EXERCISE OBJECTIVE –
Your answer should consist of each line from the data below that contains "const".

[Records from a dataset]
▬▬▬
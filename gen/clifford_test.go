package gen

import (
	"fmt"
	"math"
	"math/cmplx"
	"strings"
	"testing"

	"qcheck.dev/qcheck/circuit"
)

// Dense check of Clifford circuits, independent of the generator: gate
// matrices from Nielsen & Chuang (§4.2 and Fig. 4.3), the convention of
// package circuit's documentation (qubit 0 is the least significant bit of a basis index; cx's
// first operand is the control).

var oneQubit = map[string][4]complex128{ // row-major 2×2
	"h": {complex(1/math.Sqrt2, 0), complex(1/math.Sqrt2, 0), complex(1/math.Sqrt2, 0), complex(-1/math.Sqrt2, 0)},
	"s": {1, 0, 0, 1i},
	"x": {0, 1, 1, 0},
	"y": {0, -1i, 1i, 0},
	"z": {1, 0, 0, -1},
}

// denseOf returns the 2^n × 2^n matrix of a gate list (time order) as
// row-major data, by applying each gate to the columns of the identity.
func denseOf(n int, ops []denseOp) ([]complex128, error) {
	d := 1 << n
	u := make([]complex128, d*d)
	for i := range d {
		u[i*d+i] = 1
	}
	for _, op := range ops {
		if op.name == "cx" {
			c, t := op.qubits[0], op.qubits[1]
			for i := range d {
				if i>>c&1 == 1 && i>>t&1 == 0 { // swap rows i and i+2^t
					j := i | 1<<t
					for col := range d {
						u[i*d+col], u[j*d+col] = u[j*d+col], u[i*d+col]
					}
				}
			}
			continue
		}
		g, ok := oneQubit[op.name]
		if !ok || len(op.qubits) != 1 {
			return nil, fmt.Errorf("gate %s%v is not h, s, cx or a Pauli", op.name, op.qubits)
		}
		q := op.qubits[0]
		for i := range d {
			if i>>q&1 == 1 {
				continue
			}
			j := i | 1<<q
			for col := range d {
				a, b := u[i*d+col], u[j*d+col]
				u[i*d+col] = g[0]*a + g[1]*b
				u[j*d+col] = g[2]*a + g[3]*b
			}
		}
	}
	return u, nil
}

type denseOp struct {
	name   string
	qubits []int
}

// pauliMatrix returns the matrix of the Pauli string (letter k on qubit k).
func pauliMatrix(s string) []complex128 {
	n := len(s)
	d := 1 << n
	m := make([]complex128, d*d)
	for col := range d {
		row, amp := col, complex(1, 0)
		for q := range n {
			b := col >> q & 1
			switch s[q] {
			case 'X':
				row ^= 1 << q
			case 'Y':
				row ^= 1 << q
				amp *= []complex128{1i, -1i}[b]
			case 'Z':
				amp *= []complex128{1, -1}[b]
			}
		}
		m[row*d+col] = amp
	}
	return m
}

// pauliCache holds the matrices of Pauli strings already built (tests in this
// package do not run in parallel).
var (
	pauliCache   = map[string][]complex128{}
	stringsCache = map[int][]string{}
)

// pauliStrings lists all 4^n Pauli strings on n qubits.
func pauliStrings(n int) []string {
	out := []string{""}
	for range n {
		var next []string
		for _, s := range out {
			for _, c := range "IXYZ" {
				next = append(next, s+string(c))
			}
		}
		out = next
	}
	return out
}

// cliffordClass returns the images, with signs, of X_k and Z_k under the
// unitary u (row-major, 2^n × 2^n): the class of u in the Clifford group
// modulo phase (a Clifford is fixed up to phase by its action on these
// generators; Nielsen & Chuang §10.5.2). It fails if some image is not ± a
// Pauli string: then u is not Clifford.
func cliffordClass(n int, u []complex128) (string, error) {
	d := 1 << n
	var parts []string
	for k := range n {
		for _, letter := range "XZ" {
			gen := []byte(strings.Repeat("I", n))
			gen[k] = byte(letter)
			img := conjugateDense(u, pauliMatrix(string(gen)), d)
			s, err := asPauli(img, n)
			if err != nil {
				return "", fmt.Errorf("U %s U†: %v", gen, err)
			}
			parts = append(parts, s)
		}
	}
	return strings.Join(parts, " "), nil
}

// conjugateDense returns U·P·U† for row-major d×d matrices.
func conjugateDense(u, p []complex128, d int) []complex128 {
	up := make([]complex128, d*d)
	for i := range d {
		for k := range d {
			if x := u[i*d+k]; x != 0 {
				for j := range d {
					up[i*d+j] += x * p[k*d+j]
				}
			}
		}
	}
	out := make([]complex128, d*d)
	for i := range d {
		for j := range d {
			var s complex128
			for k := range d {
				s += up[i*d+k] * cmplx.Conj(u[j*d+k])
			}
			out[i*d+j] = s
		}
	}
	return out
}

// asPauli names the Hermitian matrix m as "±" and a Pauli string if it is
// one (within 1e-9), else returns an error. Decomposition: m = Σ_s c_s P_s
// with c_s = tr(P_s m)/d (the Pauli strings are an orthogonal basis under the
// trace inner product; Nielsen & Chuang §2.1.8); m is ± a Pauli string
// exactly when one coefficient is ±1.
func asPauli(m []complex128, n int) (string, error) {
	d := 1 << n
	if stringsCache[n] == nil {
		stringsCache[n] = pauliStrings(n)
	}
	for _, s := range stringsCache[n] {
		p := pauliCache[s]
		if p == nil {
			p = pauliMatrix(s)
			pauliCache[s] = p
		}
		var c complex128 // tr(P m) = Σ_ij P_ij m_ji
		for i := range d {
			for j := range d {
				if p[i*d+j] != 0 {
					c += p[i*d+j] * m[j*d+i]
				}
			}
		}
		c /= complex(float64(d), 0)
		switch {
		case cmplx.Abs(c-1) < 1e-9:
			return "+" + s, nil
		case cmplx.Abs(c+1) < 1e-9:
			return "-" + s, nil
		case cmplx.Abs(c) > 1e-9:
			return "", fmt.Errorf("has a component %.3g on %s, not ±1", c, s)
		}
	}
	return "", fmt.Errorf("is zero")
}

// cliffordClassOf checks that c is written with h, s, cx and Paulis only,
// and returns its class modulo phase (see cliffordClass).
func cliffordClassOf(c *circuit.Circuit) (string, error) {
	if err := c.Validate(); err != nil {
		return "", err
	}
	ops := make([]denseOp, len(c.Ops))
	for i, op := range c.Ops {
		if len(op.Gate.Params) != 0 || op.Gate.IsCustom() {
			return "", fmt.Errorf("op %d is %v, not h, s, cx or a Pauli", i, op)
		}
		ops[i] = denseOp{op.Gate.Name, op.Qubits}
	}
	u, err := denseOf(c.Qubits(), ops)
	if err != nil {
		return "", err
	}
	return cliffordClass(c.Qubits(), u)
}

// cliffordGroupSize is the order of the n-qubit Clifford group modulo phase,
// 4^n·|Sp(2n, F_2)| = 2^{n²+2n} ∏_{j=1}^{n} (4^j − 1) (Koenig & Smolin 2014,
// §2; 24 for n = 1, 11520 for n = 2).
func cliffordGroupSize(n int) int {
	size := 1 << (n*n + 2*n)
	for j := 1; j <= n; j++ {
		size *= 1<<(2*j) - 1
	}
	return size
}

func TestCliffordIsClifford(t *testing.T) {
	// Every drawn circuit conjugates each X_k and Z_k to ± a Pauli string
	// (the definition of the Clifford group, Nielsen & Chuang §10.5.2),
	// checked on its dense matrix built from textbook gate matrices.
	for _, c := range []struct{ qubits, draws int }{{1, 100}, {2, 200}, {3, 100}, {4, 10}} {
		for seed := range c.draws {
			circ := Clifford(c.qubits).Example(seed)
			if circ.Qubits() != c.qubits {
				t.Fatalf("Clifford(%d) drew a circuit on %d qubits", c.qubits, circ.Qubits())
			}
			if _, err := cliffordClassOf(circ); err != nil {
				t.Fatalf("Clifford(%d), seed %d: %v\n%v", c.qubits, seed, err, circ)
			}
		}
	}
}

// chiSquareUniform returns Pearson's statistic of the class counts against
// the uniform law on k classes, and the number of distinct classes seen.
func chiSquareUniform(counts map[string]int, k int) (float64, int) {
	n := 0
	for _, c := range counts {
		n += c
	}
	want := float64(n) / float64(k)
	chi2 := float64(k-len(counts)) * want // classes never seen
	for _, c := range counts {
		chi2 += (float64(c) - want) * (float64(c) - want) / want
	}
	return chi2, len(counts)
}

func TestCliffordUniformOneQubit(t *testing.T) {
	// All 24 one-qubit Cliffords modulo phase equally likely: chi-square with
	// 23 degrees of freedom, critical value chi2.isf(5e-7, 23) = 72.4834 from
	// SciPy (testdata/gen/reference.txt). Two checks (Example, rapid.Check)
	// at 5e-7 each: false failure ≤ 1e-6 per run.
	const crit = 72.4833615612303
	example, checked := drawAll(t, Clifford(1), 24*400, 1)
	for name, sample := range map[string][]*circuit.Circuit{"Example": example, "rapid.Check": checked} {
		counts := map[string]int{}
		for _, c := range sample {
			class, err := cliffordClassOf(c)
			if err != nil {
				t.Fatal(err)
			}
			counts[class]++
		}
		chi2, seen := chiSquareUniform(counts, cliffordGroupSize(1))
		if seen > 24 || chi2 > crit {
			t.Errorf("via %s: %d classes, chi-square %.1f > %.1f", name, seen, chi2, crit)
		}
	}
}

func TestCliffordUniformTwoQubits(t *testing.T) {
	// All 11520 two-qubit Cliffords modulo phase equally likely: chi-square
	// with 11519 degrees of freedom, critical value chi2.isf(1e-6, 11519) =
	// 12254.94 from SciPy (testdata/gen/reference.txt); one check, false
	// failure ≤ 1e-6 per run. Six draws per class on average (30 with -gen.long): Pearson's
	// statistic for equal cell probabilities has mean k−1 and variance
	// 2(k−1)(1−1/N) whatever the counts (Cochran, Ann. Math. Stat. 23 (1952)
	// 315–345, from memory), and with k = 11520 cells its law is close to the
	// chi-square law (skewness ≈ 0.03). Drawn with Example only, to keep the
	// run short.
	const crit = 12254.93801260624
	k := cliffordGroupSize(2)
	counts := map[string]int{}
	for seed := range sampleSize(6, 5) * k {
		class, err := cliffordClassOf(Clifford(2).Example(seed))
		if err != nil {
			t.Fatal(err)
		}
		counts[class]++
	}
	chi2, seen := chiSquareUniform(counts, k)
	if seen > k || chi2 > crit {
		t.Errorf("%d classes (of %d), chi-square %.1f > %.1f", seen, k, chi2, crit)
	}
}

func TestCliffordShrinksTowardIdentity(t *testing.T) {
	got := shrunk(t, Clifford(3), func(c *circuit.Circuit) bool { return c.Len() > 0 })
	// The shrinker lowers bits one at a time, so it may stop at a one-qubit
	// Clifford written with up to three gates (h·s·h).
	if got.Len() < 1 || got.Len() > 3 {
		t.Errorf("a nonempty Clifford shrinks to %d ops, want 1 to 3:\n%v", got.Len(), got)
	}
	if c := Clifford(3).Example(0); c.Len() == 0 {
		t.Errorf("seed 0 drew the identity; draws should be generic")
	}
}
▬▬▬
SOLUTION –
	const crit = 72.4833615612303
	const crit = 12254.93801260624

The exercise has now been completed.